This process is already radicalizing workers and intensifying the class struggle. Striking writers and actors in the WGA and SAG-AFTRA have consistently described AI as an “existential threat” to their jobs. Millions more will soon come to similar conclusions.

What is the worth of human labor in a world with artificial neural networks? To the capitalist, profit appears to derive from the growth of production and the development of technology in general. If more can be produced on a given investment than the initial value of that investment, then a profit is made: revenue minus expenses, pure and simple. The growth of the productive forces and the process of capital accumulation are taken to be identical. At first glance, Marx’s contention that profit comes from human labor alone appears to be absurd. As machines grow more powerful and more subtle, and now even appear to possess a spark of intelligence, capitalist society becomes more confident that these must be a far greater source of wealth and profit. Soon, the capitalists and their ideologists imagine, human labor will not be needed at all and a fully-automated capitalism can surge ahead.

But for those seeking an alternative to capitalism, this cannot be accepted as a settled matter. Against the triumphalist claims of capital that the masses of workers can be replaced by machines, it is necessary for us to clarify the role of human beings in capitalist production and the real origins of profit.

Are “Causal Powers” the Origin of Value?

One recent attempt to grapple with the Marxian view on this question comes in Ian Wright’s article “Why Machines Don’t Create Value,” published in October 2021 in Cosmonaut, which prompted a response letter by Gil Schaeffer. Wright has previously done some interesting work in the promising field of econophysics1, but his Cosmonaut piece badly misrepresents Marx’s theory, and the response letter (which claims that value theory is “fatally flawed”) does no better. It is necessary to rebut Wright because, as we will see, he presents in Marx’s name a theory that rests on the same mystifications that underlie the bourgeois critiques of Marx. I do not claim to be any authority on economics, but have written what follows in an attempt to clarify some of the questions to myself, and in the hope that my own efforts can be useful to other Marxists as they do the same.

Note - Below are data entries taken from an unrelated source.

def _resid(c: Circuit, vt, i1, w, vf):
    """Armature KVL residual Varm - (E + Ra ia + Vb): zero in steady state."""
    ia, ish, ise, varm = _currents(c, vt, i1, vf)
    _, _, kphi = _flux(c, ia, ish, ise)
    return varm - (kphi * w + c.ra * ia + c.brush(ia))


# ---------------------------------------------------------------------------------------------
# scalar root finding
# ---------------------------------------------------------------------------------------------


def _grid(lo, hi, n_lin=801, n_geo=300):
    """Sorted grid on [lo, hi], linear plus geometric clustering at zero when 0 is inside."""
    pts = list(np.linspace(lo, hi, n_lin))
    span = max(abs(lo), abs(hi))
    if span > 0:
        geo = np.geomspace(span * 1e-8, span, n_geo)
        if hi > 0:
            pts += [g for g in geo if g <= hi]
        if lo < 0:
            pts += [-g for g in geo if -g >= lo]
        if lo <= 0.0 <= hi:
            pts.append(0.0)
    return np.unique(np.array(pts, dtype=float))


def _bisect(f, a, b, fa, fb, tol):
    for _ in range(200):
        m = 0.5 * (a + b)
        fm = f(m)
        if fm == 0.0 or (b - a) < tol:
            return m
        if (fa < 0.0) == (fm < 0.0):
            a, fa = m, fm
        else:
            b, fb = m, fm
    return 0.5 * (a + b)


def roots(f, grid, tol_rel=1e-13):
    """All sign changes of f on the grid, refined by bisection.

    Returns a list of (x, rising) with rising True where f goes from - to +. Points where f is
    not finite break the bracket (no root is claimed across them).
    """
    xs = np.asarray(grid, dtype=float)
    fs = [f(x) for x in xs]
    scale = max(abs(xs[0]), abs(xs[-1]), 1e-300)
    out = []
    for k in range(len(xs) - 1):
        fa, fb = fs[k], fs[k + 1]
        if not (math.isfinite(fa) and math.isfinite(fb)):
            continue
        if fa == 0.0:
            if k == 0 or not math.isfinite(fs[k - 1]) or fs[k - 1] != 0.0:
                rising = fb > 0.0 if fb != 0.0 else (k > 0 and fs[k - 1] < 0.0)
                out.append((float(xs[k]), bool(rising)))
            continue
        if fb == 0.0:
            if k + 1 == len(xs) - 1:
                out.append((float(xs[k + 1]), fa < 0.0))
            continue
        if (fa < 0.0) != (fb < 0.0):
            x = _bisect(f, xs[k], xs[k + 1], fa, fb, tol_rel * scale)
            out.append((float(x), fa < 0.0))
    return out, xs, np.array(fs)


# ---------------------------------------------------------------------------------------------
# results
# ---------------------------------------------------------------------------------------------


@dataclass
class OpPoint:
    """A solved operating point (or the statement that none exists), motor convention inside."""

    plant: Plant
    circuit: Circuit
    request: str  # "motor" or "generator"
    mode: str  # which quantity was given
    state: State | None
    found: bool = True
    reason: str = ""
    notes: list = field(default_factory=list)
    cautions: list = field(default_factory=list)
    self_excited: dict = field(default_factory=dict)
    stable: bool | None = None
    converter: dict | None = None
    residual_state: State | None = None

    # --- derived quantities (motor convention)
    @property
    def friction_Nm(self):
        return self.circuit.friction(self.state.w)

    def powers(self):
        """Power flows and losses in watts (motor convention signs for the flows)."""
        s, c = self.state, self.circuit
        p_term = s.vt * s.i1
        p_field_src = s.vf * s.ish if c.conn == L.CONN_SEPARATE else 0.0
        tf = c.friction(s.w)
        p_shaft = (s.te - tf) * s.w  # delivered to the load (motor convention)
        losses = {
            "armature_copper_W": c.ra * s.ia * s.ia,
            "field_copper_W": c.rf_winding * s.ish * s.ish,
            "field_rheostat_W": c.rheo * s.ish * s.ish,
            "series_field_copper_W": c.rse * s.ise * s.ise,
            "brush_W": c.brush(s.ia) * s.ia,
            "friction_W": tf * s.w,
        }
        losses["total_W"] = sum(losses.values())
        if p_shaft >= 0.0 and p_term > 0.0:
            duty, p_in, p_out = "motoring", p_term + p_field_src, p_shaft
        elif p_shaft < 0.0 and p_term < 0.0:
            duty, p_in, p_out = "generating", -p_shaft + p_field_src, -p_term
        elif p_shaft < 0.0 and p_term >= 0.0:
            # electrical and mechanical power both go in (plugging, or an open-circuit generator
            # whose only output is its own losses)
            duty, p_in, p_out = "braking" if p_term > 0.0 else "generating", p_term - p_shaft + p_field_src, 0.0
        else:
            duty, p_in, p_out = "idle", p_term + p_field_src, p_shaft
        eff = p_out / p_in if p_in > 0.0 else None
        return {
            "duty": duty,
            "terminal_power_W": p_term,
            "field_supply_power_W": p_field_src,
            "shaft_power_W": p_shaft,
            "input_power_W": p_in,
            "output_power_W": p_out,
            "efficiency": eff,
            "losses": losses,
        }

    def report(self) -> dict:
        """Flat JSON-ready dict. Sign convention: see REPORT_CONVENTIONS."""
        v = self.plant.machine.values
        out = {
            "machine": v["machine.name"],
            "connection": v["machine.connection"],
            "request": self.request,
            "given": self.mode,
            "operating_point_found": self.found,
        }
        if not self.found:
            out["reason"] = self.reason
        st = self.state if self.found else self.residual_state
        if st is not None:
            gen = self.request == "generator"
            sg = -1.0 if gen else 1.0
            c = self.circuit
            pw = self.powers() if self.found else None
            out.update(
                {
                    "convention": "generator" if gen else "motor",
                    "speed_rpm": st.w / RPM,
                    "terminal_voltage_V": st.vt,
                    "armature_voltage_V": st.varm,
                    "emf_V": st.emf,
                    "armature_current_A": sg * st.ia + 0.0,
                    "line_current_A": sg * st.i1 + 0.0,
                    "field_current_A": st.ish if c.has_shunt else None,
                    "series_field_current_A": sg * st.ise if c.has_series else None,
                    "field_voltage_V": (st.vf if c.conn == L.CONN_SEPARATE else
                                        (st.ish * c.rsh if c.has_shunt else None)),
                    "net_excitation_A": st.immf,
                    "flux_constant_Vs": st.kphi,
                    "torque_Nm": sg * st.te,
                    "friction_torque_Nm": c.friction(st.w),
                    "shaft_torque_Nm": sg * (st.te - c.friction(st.w)),
                    "armature_temp_C": c.arm_temp_C,
                    "ra_ohm": c.ra,
                    "field_circuit_ohm": c.rsh if c.has_shunt else None,
                    "series_field_ohm": c.rse if c.has_series else None,
                }
            )
            if pw is not None:
                out.update({k: pw[k] for k in ("duty", "input_power_W", "output_power_W", "efficiency")})
                out["losses_W"] = pw["losses"]
            if not self.found:
                out["state_shown"] = "the near-residual state the machine settles in instead"
        out["stable"] = self.stable
        if self.self_excited:
            out["self_excitation"] = self.self_excited
        if self.converter is not None:
            out["converter"] = self.converter
            for k in ("firing_angle_deg", "continuous"):
                out[k] = self.converter.get(k)
        out["cautions"] = list(self.cautions)
        out["notes"] = list(self.notes)
        return out


REPORT_CONVENTIONS = """\
Sign conventions of the report:
  convention "motor" (a --vt request): currents positive into the + terminal, torque_Nm
    positive in the direction of rotation, shaft_torque_Nm = torque delivered to the load;
    regeneration shows as negative armature/line current and torque (four-quadrant drive
    practice).
  convention "generator" (a --speed-only request): armature_current_A, line_current_A and
    series_field_current_A are positive out of the + terminal (delivered to the load),
    torque_Nm is the electromagnetic counter-torque (positive opposing rotation) and
    shaft_torque_Nm is the torque the prime mover applies.
  field_current_A is the shunt/separate field winding current, positive for a positive
    terminal (or field supply) voltage.
  input_power_W / output_power_W follow the actual power flow (electrical in and shaft out
  when motoring; shaft in and electrical out when generating); the power a separate field
  supply delivers counts as input. efficiency = output / input.
"""


# ---------------------------------------------------------------------------------------------
# solvers
# ---------------------------------------------------------------------------------------------


def _field_voltage(plant: Plant, c: Circuit, field_voltage_V):
    if field_voltage_V is not None and c.conn != L.CONN_SEPARATE:
        raise ConfigError(
            f"--field-voltage: only a separately excited machine has its own field supply; "
            f"'{plant.machine.source}' is '{plant.machine['machine.connection']}' (set "
            f"machine.field_rheostat_ohm instead)"
        )
    if c.conn != L.CONN_SEPARATE:
        return 0.0
    return float(plant.u0[L.U_FIELD_V] if field_voltage_V is None else field_voltage_V)


def _finite(x, what):
    if x is None or not math.isfinite(x):
        raise ConfigError(f"{what}: must be a finite number, got {x!r}")
    return float(x)


def solve_motor(
    plant: Plant,
    vt_V: float,
    *,
    load_torque_Nm: float | None = None,
    line_current_A: float | None = None,
    armature_current_A: float | None = None,
    speed_rpm: float | None = None,
    field_voltage_V: float | None = None,
    arm_temp_C: float | None = None,
) -> OpPoint:
    """Operating point at terminal voltage vt_V and exactly one of the four given quantities.

    load_torque_Nm is the torque the load takes from the shaft (friction comes on top).
    Currents in motor convention. Raises ConfigError on a bad combination.
    """
    given = {
        "load_torque": load_torque_Nm,
        "line_current": line_current_A,
        "armature_current": armature_current_A,
        "speed": speed_rpm,
    }
    chosen = [k for k, val in given.items() if val is not None]
    if len(chosen) != 1:
        raise ConfigError(
            "steady: a motor point needs --vt and exactly one of --load-torque, --line-current, "
            f"--armature-current, --speed; got {len(chosen)}"
            + (f" ({', '.join(chosen)})" if chosen else "")
        )
    mode = chosen[0]
    vt = _finite(vt_V, "--vt")
    value = _finite(given[mode], f"--{mode.replace('_', '-')}")
    c = circuit(plant, arm_temp_C)
    vf = _field_voltage(plant, c, field_voltage_V)
    op = OpPoint(plant, c, "motor", mode, None)
    if mode == "speed":
        w = value * RPM
        st = _solve_line_at_speed(c, vt, w, vf, plant)
        if st is None:
            return _none(op, "no steady armature current satisfies the armature equation at this speed")
        op.state = st
        op.stable = None
    elif mode in ("line_current", "armature_current"):
        i1 = value if mode == "line_current" else _line_from_armature(c, vt, value)
        st = _state(c, vt, i1, 0.0, vf)
        if st.kphi <= 0.0 or abs(st.kphi) < 1e-12:
            return _none(op, "the net excitation is zero or reversed at this current (no flux to turn the rotor)")
        st.w = (st.varm - c.ra * st.ia - c.brush(st.ia)) / st.kphi
        op.state = st
    else:
        st, stable, why = _solve_torque(c, vt, value, vf, plant)
        if st is None:
            return _none(op, why)
        op.state = st
        op.stable = stable
    _motor_cautions(op)
    return op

Wright begins by summarizing some basic concepts from Marx, but goes on to make the very strange claim that “The cause of profit, according to Marx, is human labor because it, and only it, can work harder and work smarter.” (I would be very curious to know where Marx makes this claim.) Wright then raises some apparent problems with this version of value theory. He notes that “any economic output is jointly caused by human work combined with non-human work” and that humans themselves may be thought of as machines (albeit of a very sophisticated kind). Hence, it seems impossible to draw a strict line between human labor and non-human labor in the complex process of capitalist production. Wright repeats the criticism of bourgeois economists that Marx simply defines labor as the source of value without ever supplying adequate proof: “Also, critics of Marx’s theory have, quite correctly, pointed out that the objective cost structure of an economy can be measured in multiple ways, not just by labor time. We can equally talk of surplus oil value, surplus corn value, or surplus energy value. In fact, any commodity that’s a basic input.”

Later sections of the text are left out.